CISC220 F2023 Lab10
Lab #10
1. Hash tables
Starter code for an abstract class String_HT and two derived classes Chain_String_HT and Probe_String_HT is provided here. Several dictionaries ranging in size from 100 to ~84K English words, as well as text files for testing spellchecking, are also supplied along with the code.
The executable is called as follows: hashcheck <command filename>. Each command file initializes a hash table from a dictionary on the first line:
- CHAIN filename: Count words in filename, compute appropriately-size hash table, call constructor of Chain_String_HT class which uses separate chaining for collision resolution, and insert every word into that hash table. Chains are implemented with STL vector class. Only output is printing the dictionary hash table's WORD_COUNT TABLE_SIZE followed by a newline
- PROBE filename: Same as previous command but call constructor for Probe_String_HT class which uses quadratic probing for collision resolution. This scheme should use lazy deletion and follow the probing sequence f(1) = +1, f(2) = -4, f(3) = +9, f(4) = -16, and so on.

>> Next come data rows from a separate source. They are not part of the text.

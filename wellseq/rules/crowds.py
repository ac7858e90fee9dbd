"""What is known of clouds over time: number, temperature, depth and place of their wells.

Nothing is forecast here.  A number is at most what was declared, once per catch or load, since a
cloud can only lose particles; an assumed number takes its place until more are caught.  An assumed
temperature stands until the next step that moves, drives or names anything.  A depth is at least
what was certified, and where nothing moves at most what was found, with everything that was taken
off put back on; a place is the proved region of the well.  Elsewhere the quantity is not known, and
says so.
"""

from __future__ import annotations

import math
from collections.abc import Iterator
from dataclasses import dataclass
from fractions import Fraction
from itertools import pairwise

from wellseq.model import effects
from wellseq.model.rulebook import OfClouds
from wellseq.model.sequence import CloudDeclared
from wellseq.rules.axis import Axis
from wellseq.rules.cuts import Cuts, before, joined, touches
from wellseq.timeline.timeline import Block, Event
from wellseq.wells.wells import Held, Wells

QUIET = frozenset(("hold", "set", "expect", "require", "assume", "await"))
"""Steps that leave an assumed temperature as it is."""


@dataclass(frozen=True, slots=True)
class Known:
    """A time within which a quantity of a cloud lies in an interval.

    `stretch` is the number of the axis' stretch, times are its units.  `there` says that the cloud
    is surely in the trap then, `known` that the interval was found and does not merely stand for
    not knowing.
    """

    stretch: int
    start: int
    end: int
    low: float
    high: float
    there: bool
    known: bool = True


@dataclass(slots=True)
class _Stay:
    """A cloud from its coming (block, s) to its going; `sure` is when it had surely come."""

    cloud: CloudDeclared
    since: tuple[int, Fraction]
    sure: tuple[int, Fraction]
    until: tuple[int, Fraction]
    arrivals: list[tuple[int, Fraction]]


class Crowds:
    """All clouds of a timeline, with their wells."""

    def __init__(self, axis: Axis, wells: Wells) -> None:
        self.axis, self.wells = axis, wells
        self.timeline = axis.timeline
        self._held: dict[str, list[Held]] = {}
        for held in wells.held:
            self._held.setdefault(held.cloud, []).append(held)
        self._block_stretch = {
            one.index: number for number, one in enumerate(axis.stretches) if not one.waits
        }
        self._moving = [self._motion(block) for block in self.timeline.blocks]
        self.stays = tuple(self._stays())

    def of(self, quantity: OfClouds) -> Iterator[Known]:
        """Everything known of a quantity, cloud after cloud; all time that a cloud is there."""
        for stay in self.stays:
            name = stay.cloud.species.name
            species = "ion" if name.startswith("ion ") else name
            if quantity.species not in ("", species):
                continue
            match quantity.what:
                case "number":
                    yield from self._number(stay)
                case "temperature":
                    yield from self._temperature(stay)
                case "depth":
                    yield from self._depth(stay)
                case _:
                    yield from self._position(stay)

    def _motion(self, block: Block) -> Cuts:
        """When anything moves in a block."""
        moving = [(one.start_s, one.end_s) for one in block.pieces]
        moving += [(one.start_s, one.end_s) for one in block.edges]
        units = self.axis.units
        return joined((before(units(start)), before(units(end))) for start, end in moving)

    # coming and going

    def _stays(self) -> Iterator[_Stay]:
        here: dict[str, _Stay] = {}
        last = self.timeline.blocks[-1]
        end = last.index, last.duration_s
        for block in self.timeline.blocks:
            for event in sorted(block.events, key=lambda event: (event.start_s, event.number)):
                start, stop = (block.index, event.start_s), (block.index, event.end_s)
                match event.effect:
                    case effects.Placed(cloud=cloud) | effects.Caught(cloud=cloud):
                        declared = self.timeline.clouds[cloud]
                        stay = here.setdefault(cloud, _Stay(declared, start, stop, end, []))
                        stay.arrivals.append(start)
                    case effects.Released() | effects.Kicked():
                        for cloud in self._gone(event, block.index):
                            if cloud in here:
                                here[cloud].until = stop
                                yield here.pop(cloud)
        yield from here.values()

    def _gone(self, event: Event, block: int) -> Iterator[str]:
        """The clouds that a step lets go: its own, and those that shared the well."""
        effect = event.effect
        if isinstance(effect, effects.Kicked):
            yield effect.light
            return
        assert isinstance(effect, effects.Released)
        yield effect.cloud
        moment = block, event.start_s
        mine = self._well_at(effect.cloud, moment)
        for cloud in self._held:
            other = self._well_at(cloud, moment)
            if cloud == effect.cloud or mine is None or other is None:
                continue
            if mine.charge_sign == other.charge_sign and mine.well_m == other.well_m:
                yield cloud

    def _well_at(self, cloud: str, moment: tuple[int, Fraction]) -> Held | None:
        """The last stretch in which a cloud's well was held before a moment."""
        before = [one for one in self._held.get(cloud, ()) if (one.block, one.end_s) <= moment]
        return before[-1] if before else None

    # pieces of a stay

    def _spans(self, stay: _Stay) -> Iterator[tuple[int, int, int, bool]]:
        """The time of a stay: stretch, start, end in units, and whether the cloud is surely there.

        Surely is it there where its well is held, and in waits between such blocks.
        """
        first, last = self._block_stretch[stay.since[0]], self._block_stretch[stay.until[0]]
        sure_from = self._place(stay.sure)
        held = sorted(
            (self._block_stretch[one.block], *self._ends(one))
            for one in self._held.get(stay.cloud.name, ())
        )
        for number in range(first, last + 1):
            stretch = self.axis.stretches[number]
            start = self.axis.units(stay.since[1]) if number == first else 0
            end = self.axis.units(stay.until[1]) if number == last else stretch.longest
            if stretch.waits:
                yield number, start, end, (number, 0) >= sure_from
                continue
            now = start
            for _, begin, stop in (one for one in held if one[0] == number):
                begin, stop = max(begin, now), min(stop, end)
                if begin >= stop or (number, begin) < sure_from:
                    continue
                if now < begin:
                    yield number, now, begin, False
                yield number, begin, stop, True
                now = stop
            if now < end:
                yield number, now, end, False

    def _place(self, moment: tuple[int, Fraction]) -> tuple[int, int]:
        return self._block_stretch[moment[0]], self.axis.units(moment[1])

    def _ends(self, held: Held) -> tuple[int, int]:
        return self.axis.units(held.start_s), self.axis.units(held.end_s)

    def _unknown(self, stay: _Stay, low: float = 0.0) -> Iterator[Known]:
        for number, start, end, there in self._spans(stay):
            yield Known(number, start, end, low, math.inf, there, known=False)

    # quantities

    def _number(self, stay: _Stay) -> Iterator[Known]:
        declared = stay.cloud.number
        if declared is None:
            yield from self._unknown(stay)
            return
        most = float(declared.value + declared.half_width)
        changes: list[tuple[tuple[int, int], float, bool]] = [
            (self._place(moment), most, True) for moment in stay.arrivals
        ]
        changes += [(place, high, False) for place, _, high, _ in self._assumed(stay, "number")]
        changes.sort(key=lambda change: change[0])
        for number, start, end, there in self._spans(stay):
            edges = [at for (where, at), _, _ in changes if where == number and start < at < end]
            for first, last in _between(start, edges, end):
                high = 0.0
                for place, size, adds in changes:
                    if place <= (number, first):
                        high = high + size if adds else size
                yield Known(number, first, last, 0.0, high, there)

    def _temperature(self, stay: _Stay) -> Iterator[Known]:
        assumed = list(self._assumed(stay, "temperature"))
        for number, start, end, there in self._spans(stay):
            edges = [
                at
                for place, _, _, until in assumed
                for where, at in (place, until)
                if where == number and start < at < end
            ]
            for first, last in _between(start, edges, end):
                found = [
                    (low, high)
                    for place, low, high, until in assumed
                    if place <= (number, first) < until
                ]
                low, high = found[-1] if found else (0.0, math.inf)
                yield Known(number, first, last, low, high, there, known=bool(found))

    def _assumed(
        self, stay: _Stay, quantity: str
    ) -> Iterator[tuple[tuple[int, int], float, float, tuple[int, int]]]:
        """Values that the author assumed: where, low, high, and where something is done next."""
        for block in self.timeline.blocks:
            for event in block.events:
                effect = event.effect
                if not isinstance(effect, effects.Assumed) or effect.quantity != quantity:
                    continue
                moment = block.index, event.end_s
                if effect.cloud == stay.cloud.name and stay.since <= moment <= stay.until:
                    low, high = effect.value - effect.half_width, effect.value + effect.half_width
                    yield self._place(moment), max(low, 0.0), high, self._next_act(event.number)

    def _next_act(self, number: int) -> tuple[int, int]:
        """Where the next step begins that may heat or cool a cloud."""
        for block in self.timeline.blocks:
            for span in block.spans:
                if span.number > number and self.timeline.origins[span.number].step not in QUIET:
                    return self._place((block.index, span.start_s))
        return len(self.axis.stretches), 0

    def _depth(self, stay: _Stay) -> Iterator[Known]:
        for held in self._of_stay(stay):
            number, (start, end) = self._block_stretch[held.block], self._ends(held)
            most = math.inf
            if not touches(self._moving[held.block], before(start), before(end)):
                most = min(side.best_V + side.losses.total_V for side in (held.left, held.right))
            yield Known(number, start, end, held.certified_V, most, True)
        yield from self._elsewhere(stay)

    def _position(self, stay: _Stay) -> Iterator[Known]:
        for held in self._of_stay(stay):
            number, (start, end) = self._block_stretch[held.block], self._ends(held)
            yield Known(number, start, end, *held.well_m, True)
        yield from self._elsewhere(stay, -math.inf)

    def _of_stay(self, stay: _Stay) -> Iterator[Held]:
        for held in self._held.get(stay.cloud.name, ()):
            if stay.since <= (held.block, held.start_s) and (held.block, held.end_s) <= stay.until:
                yield held

    def _elsewhere(self, stay: _Stay, low: float = 0.0) -> Iterator[Known]:
        """Where no well is held nothing is known; a wait is like the last instant before it."""
        for number, start, end, there in self._spans(stay):
            if self.axis.stretches[number].waits:
                yield self._as_before(stay, number, end, low)
            elif not there:
                yield Known(number, start, end, low, math.inf, False, known=False)

    def _as_before(self, stay: _Stay, number: int, end: int, low: float) -> Known:
        block = self.axis.stretches[number].index - 1
        held = [one for one in self._of_stay(stay) if one.block == block]
        last = max(held, key=lambda one: one.end_s, default=None)
        if last is None or last.end_s < self.timeline.blocks[block].duration_s:
            return Known(number, 0, end, low, math.inf, False, known=False)
        if low < 0:
            return Known(number, 0, end, *last.well_m, True)
        return Known(number, 0, end, last.certified_V, math.inf, True)


def _between(start: int, edges: list[int], end: int) -> Iterator[tuple[int, int]]:
    """The pieces into which edges cut a time."""
    ends = [start, *sorted(set(edges)), end]
    yield from ((first, last) for first, last in pairwise(ends) if first < last)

The initialization line is followed by 0 or more 1-argument "commands" (one per line) which will trigger calls to member functions of the hash table object:
- INSERT word: Insert word into hash table following appropriate collision scheme. Update word count and table size variables as necessary. If the word is already in the table, don't insert a duplicate. If the new load factor would be >= MAX_LOAD then re-hash by calling expand_and_rehash(). Once again, only output (after the insertion and bookkeeping) WORD_COUNT TABLE_SIZE
- REMOVE word: Remove word from hash table if it is there. Again output (after the removal and bookkeeping) WORD_COUNT TABLE_SIZE
- FIND word: If word<tt> is found in hash table, do and print nothing. If <tt>word is NOT found, print WORD NUM_COLLISIONS
- SPELLCHECK filename: Find every word in the file filename and store all NOT found words and the associated number of collisions in the badwords STL map. Then print size of badwords on its own line and iterate through badwords, printing every WORD NUM_COLLISIONS pair
2. Programming tasks
These are core String_HT functions that are required but not directly tested. Since they don't generate output but have side effects on the data structures above, every print function should either call one of these or use the modified data structure(s).
- calculate_neighbor_words(string &)
- DFS_traversal(string &)
- BFS_traversal(string &)
These String_HT functions will be directly tested and correspond one-to-one with the commands listed above:
- [0.5 points] print_num_neighbors(string &)
- [0.5 points] print_neighbors(string &)
- [1 point] DFS_print_connected(string &, string &)
- [1 point] DFS_print_num_connected(string &)
- [0.5 points] BFS_print_path_length(string &, string &)
- [1 point] BFS_print_path(string &, string &)
- [0.5 points] BFS_print_longest_path()
You may use AI on any part of this lab, but no human partner.
3. Submission
Submit 2 files to Gradescope: (1) your README and (2) your modified main.cpp. The README should contain your name, complete declarations of AI use, notes on any limitations or issues with your code, and your interpretation of any ambiguities in the assignment instructions. main.cpp should also contain your name and per-function comments on AI usage.